The NRP reported that D. Ray Reutzel and Paul Hollingsworth found no differences between SSR and skills practice.21 What the panel did not mention is that the entire treatment lasted only ten days (not one month, as the NRP reports), and that each of four skills groups did intensive work on specific comprehension skills (locating details, drawing conclusions, finding the main idea, finding the sequence). Reutzel and Hollingsworth found no difference among the five groups on tests of comprehension skills and concluded that "engaging in sustained reading of connected and meaningful text appeared to be just as effective as spending time of the learning and practicing of discrete comprehension skills."22

Additional Evidence

It should also be pointed out that the case for reading does not rest entirely on studies of sustained silent reading. In "read and test" studies subjects show clear gains in vocabulary and spelling after a brief exposure to comprehensible text.23 It is hard to attribute these gains to anything but reading. There are, in addition, compelling case histories that cannot be easily explained on the basis of competing hypothesis, cases such as Richard Wright, who credits reading with providing him with high levels of literacy development: "I wanted to write and I did not even know the English language. I bought English grammars and found them dull. I felt that I was getting a better sense of the language from novels than from grammars."24 Or consider the case of Ben Carson,25 a neurosurgeon who says that his mother's insistence that he read two books a week (of his own choosing) when he was in the fifth grade was a turning point in his life. Carson credits reading with improving his reading comprehension, vocabulary, and spelling, and it helped him move from the bottom of his class in grade 5 to the top in grade 7. Yes, I know; there was no control group, no tests were given, and the results were not in a refereed journal. But it is hard to imagine any other source for this obvious improvement, and cases like these are not uncommon.

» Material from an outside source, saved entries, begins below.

/* Once fitted it backs up; a scheme that needs an absent one never can. */
START_TEST(breaker_failure_protection_that_can_operate)
{
    struct chapter c = chapter_of("schemes: {BF: {all: [BAT, Q2]}}\n");
    ck_assert_str_eq(text_in(&c, "no-breaker-failure", 1, "rows"), "H-LIFT: main; H-PUMP: main");
    ck_assert_int_eq((int)test_count(c.json, "there is a row"), 0);
    arena_free(c.a);
    c = chapter_of("schemes: {OFF: absent, BF: {at-least: 2, of: [BAT, OFF]}}\n");
    ck_assert_str_eq(text_in(&c, "no-breaker-failure", 1, "rows"),
                     "H-BUS: main; H-LIFT: main; H-PUMP: main");
    ck_assert_str_eq(text_in(&c, "no-breaker-failure", 1, "remark"),
                     "there is a row, but BF can never operate");
    arena_free(c.a);
}
END_TEST

START_TEST(tests_overdue_and_on_time)
{
    struct chapter c = chapter_of(NULL);
    double p[THINGS], on_time = 0;
    by_hand(p);
    expect_rows(&c, "tests", 3);
    ck_assert_ptr_nonnull(strstr(note(&c, "tests-note"),
                                 "Of 3 routine tests with a date, 2 are overdue on 2026-12-01."));
    ck_assert_str_eq(text_in(&c, "tests", 0, "element"), "R1");
    ck_assert_str_eq(text_in(&c, "tests", 0, "last"), "2017-05-16");
    ck_assert_str_eq(text_in(&c, "tests", 0, "due"), "2021-05-16");
    ck_assert_str_eq(text_in(&c, "tests", 0, "remark"), "finds only 95 % of failures");
    expect(&c, "tests", 0, "every", 4);
    expect(&c, "tests", 0, "overdue", 5 + (334 - 135) / 365.0);
    expect(&c, "tests", 0, "today", -expm1(-0.0114 * (TODAY - R1_LAST) - 0.0006 * TODAY));
    expect(&c, "tests", 0, "mean", p[R1]);
    on_time = mean_over_horizon(0.0114, 0.0006, 0, 0, 4, 4, 0, false);
    expect(&c, "tests", 0, "on-time", on_time);

    ck_assert_str_eq(text_in(&c, "tests", 1, "element"), "R5");
    ck_assert_str_eq(text_in(&c, "tests", 1, "due"), "2022-08-03"); /* 182.5 days: 183 */
    ck_assert_str_eq(text_in(&c, "tests", 1, "remark"), "no test since it was sound on 2021-02-01");
    expect(&c, "tests", 1, "today", -expm1(-0.0062 * (TODAY - R5_BORN)));
    expect(&c, "tests", 1, "mean", p[R5]);
    expect(&c, "tests", 1, "on-time", 1 + expm1(-0.0062 * 1.5) / (0.0062 * 1.5));

    ck_assert_str_eq(text_in(&c, "tests", 2, "element"), "R2");
    ck_assert_str_eq(text_in(&c, "tests", 2, "planned"), "2027-02-15");
    ck_assert_str_eq(text_in(&c, "tests", 2, "remark"),
                     "may leave it failed (2e-3); may trip the plant (0.5 %)");
    ck_assert_str_eq(text_in(&c, "tests", 2, "overdue/value"), "");
    expect(&c, "tests", 2, "today", 1 - (1 - 2e-3) * exp(-0.0107 * (TODAY - R2_LAST)));
    expect(&c, "tests", 2, "mean", p[R2]);
    on_time = 1 + (1 - 2e-3) * expm1(-0.0107 * 2) / (0.0107 * 2);
    expect(&c, "tests", 2, "on-time", on_time);
    arena_free(c.a);
}
END_TEST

The NRP concluded that "the handful of experimental studies" in which encouraging voluntary reading have been done, "raise serious questions" about its efficacy.26 There are more than a handful of studies. Moreover, the addition of more studies to the analysis provides substantial evidence in support of the effectiveness of recreational reading.

Note that even a finding of "no difference" between free readers and students in traditional programs suggests that free reading is just as good as traditional instruction, which confirms that free reading does indeed result in literacy growth, an important theoretical and practical point. Because free reading is so much more pleasant than regular instruction (for both students and teachers), and because it provides students with valuable information and insights, a finding of no difference provides strong evidence in favor of free reading in classrooms.

At worst, the impact of free reading appears to be the same as traditional instruction, and it is often better, especially when studies are continued for more than an academic year, a finding that the National Reading Panel has obscured by omitting important studies and describing others incorrectly. Garan asks that we look beneath the smoke and behind the mirrors of the NRP phonics report. The same needs to be done with the report on "encouraging fluency."